クリエイターのオフィスを訪ねると、よく見かける、大きな本棚。忙しい仕事の合間に、クリエイターたちはどんな本を読んで、どのように仕事に活かしているのか。今回は、2021年に『東京オリンピック2017 都営霞ヶ丘アパート』を公開した映画監督の青山真也さんです。仕事や人生に影響を受けた本について聞きました。
マルコス ここは世界の片隅なのか グローバリゼーションをめぐる対話
イグナシオ・ラモネ(著)、湯川順夫(訳)
(現代企画室)
学生時代に受けた社会運動についての講義がとても刺激的で、いわゆる街頭を練り歩くデモからは一歩踏み込んだ行動を伴ったものの紹介が多かった。

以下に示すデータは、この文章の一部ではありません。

// ridgecal: the calibration model, the one type every fit stores
// (Calibration::model): linearising transforms, an optional second input (aux,
// e.g. the sensor's own temperature) and a chosen set of polynomial terms. The
// one-input polynomial is its N = 1 case; a model with aux, transforms or
// restricted powers is "extended" (is_extended()).
//
//   u = transforms.input(reading)            (see transforms.hpp)
//   t = (u   - input.center) / input.half_width
//   s = (aux - aux.center)   / aux.half_width   (only with an aux input)
//   v = sum_m coefficients[m] * B_{i_m}(t) * B_{j_m}(s)
//   reference = transforms.output_inverse(v)
//
// B_k is the Chebyshev polynomial T_k (basis `chebyshev`, a tensor Chebyshev
// basis in two variables) or the plain power t^k (basis `power`, used when the
// allowed powers of the reading are restricted, e.g. Steinhart-Hart {0,1,3}).
// For the power basis the scaling has center 0 and half_width = max |u| over
// the calibrated range, so t^k is a fixed multiple of u^k and restricting the
// powers of t is the same as restricting the powers of u.
#pragma once

#include <string>
#include <vector>

#include "ridgecal/poly_model.hpp"
#include "ridgecal/transforms.hpp"

namespace ridgecal {

enum class ModelBasis { Chebyshev, Power };
std::string to_string(ModelBasis b);                       ///< `chebyshev`, `power`
ModelBasis model_basis_from_string(const std::string& s);  ///< throws std::invalid_argument

/// Affine map of one input onto its scaled variable: (v - center) / half_width.
/// `min`/`max` are the calibrated range of the (transformed) input.
struct AxisScaling {
  double min = -1.0;
  double max = 1.0;
  double center = 0.0;
  double half_width = 1.0;

  double to_scaled(double v) const { return (v - center) / half_width; }
  bool contains(double v) const { return v >= min && v <= max; }
  /// center = midpoint, half_width = half the range (Chebyshev basis). Precondition: max > min.
  static AxisScaling centered(double min, double max);
  /// center = 0, half_width = max(|min|, |max|) (power basis). Precondition: not both zero.
  static AxisScaling about_zero(double min, double max);
};

/// One term B_i(t) * B_j(s): i is the power/degree in the reading, j in aux.
struct Term {
  int i = 0;
  int j = 0;
  bool operator==(const Term& o) const { return i == o.i && j == o.j; }
};

struct Model {
  Transforms transforms;
  bool has_aux = false;
  ModelBasis basis = ModelBasis::Chebyshev;
  AxisScaling input;                 ///< scaling of the transformed reading u
  AxisScaling aux;                   ///< scaling of the aux input (unused without aux)
  std::vector<Term> terms;           ///< the model's terms, (0,0) first when present
  std::vector<double> coefficients;  ///< one per term, in the fitted output units (v)

  int reading_degree() const;  ///< largest i
  int aux_degree() const;      ///< largest j
  int total_degree() const;    ///< largest i + j
  bool has_intercept() const;  ///< a (0,0) term is present

  /// v at the transformed input u and aux value (no transforms applied).
  /// A Chebyshev series without aux is evaluated by Clenshaw's recurrence (as
  /// PolyModel::eval, so the one-input polynomial gives the same bits in both
  /// forms); every other model by the sum of its terms.
  double eval_fitted(double u, double aux_value = 0.0) const;
  /// The calibrated reference value for a raw reading (and aux): applies the
  /// reading transforms, the polynomial and the inverse reference transform.
  /// NaN when the reading is outside the transforms' domain.
  double eval(double reading, double aux_value = 0.0) const;

  /// The same polynomial in powers of the scaled variables:
  ///   v = sum_{k,l} m[k][l] t^k s^l,  m of size (reading_degree+1) x (aux_degree+1).
  /// The form a firmware header evaluates by nested Horner's scheme
  /// (outer in t, inner in s); well conditioned on [-1,1]^2.
  std::vector<std::vector<double>> monomial_in_scaled() const;
  /// In powers of the unscaled transformed inputs: v = sum a[k][l] u^k aux^l.
  /// Documentation only (can be badly conditioned), converted in long double.
  std::vector<std::vector<long double>> power_in_raw_ld() const;
  std::vector<std::vector<double>> power_in_raw() const;

  /// Fills out[m] with the value of term m's basis function at (t, s) (scaled).
  void basis_row(double t, double s, double* out) const;
};

/// True for the one-input polynomial: no aux, Chebyshev basis, identity
/// transforms (the terms are then (0,0)..(d,0), or a subset for a fit through
/// the origin). False for every extended model.
bool is_one_input_polynomial(const Model& m);
/// The one-input polynomial as the general model (the N = 1 case): Chebyshev
/// basis, terms (0,0)..(d,0), identity transforms, the same scaling and
/// coefficients.
Model one_input_model(const PolyModel& p);
/// The inverse, as an evaluation helper for the derived coefficient forms
/// (power_in_x) and the firmware writer. Precondition:
/// is_one_input_polynomial(m). No terms: an empty polynomial.
PolyModel one_input_polynomial(const Model& m);

/// Terms of degree <= d in the reading only: (0,0), (1,0), ... (d,0).
std::vector<Term> terms_reading_only(int d);
/// Terms with i + j <= d (total degree), (0,0) first, ordered by i+j then j.
std::vector<Term> terms_total_degree(int d);
/// Terms with i <= d and j <= a (separate limits), (0,0) first.
std::vector<Term> terms_rectangle(int d, int a);
/// Terms with i in powers and j <= a.
std::vector<Term> terms_powers(const std::vector<int>& powers, int a);

}  // namespace ridgecal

空き家占拠運動やスーパーの労働乗っ取り運動など、直接的に生活や命につながる活動ながらも、映画館や美術館で出会う作品よりもずっと面白くて、強度が高い表現のように感じた記憶がある。
一番印象に残っているのは、先生が少々興奮しながら「覆面のアイドルです」と言って紹介したマルコス副司令官についてだった。彼はサパティスタ民族解放軍という、1994年メキシコのチアパス州で植民地主義による抑圧とグローバリズムによる貧困化に対して蜂起した先住民組織のスポークスパーソンである(自身は非先住民)。表紙の写真はいかにも物騒だが、武装しながらも非暴力の対話路線で活動を続け、その発言が常にユーモアに溢れていて秀逸だった。彼が、イタリアの名門サッカーチームであるインテルにサッカーで勝負するように挑戦状を送った逸話を聞いて気になってしまい、この書籍を買った。
ちなみにインテルの元主将サネッティはサパティスタに寄付金を送ったことがあるらしい。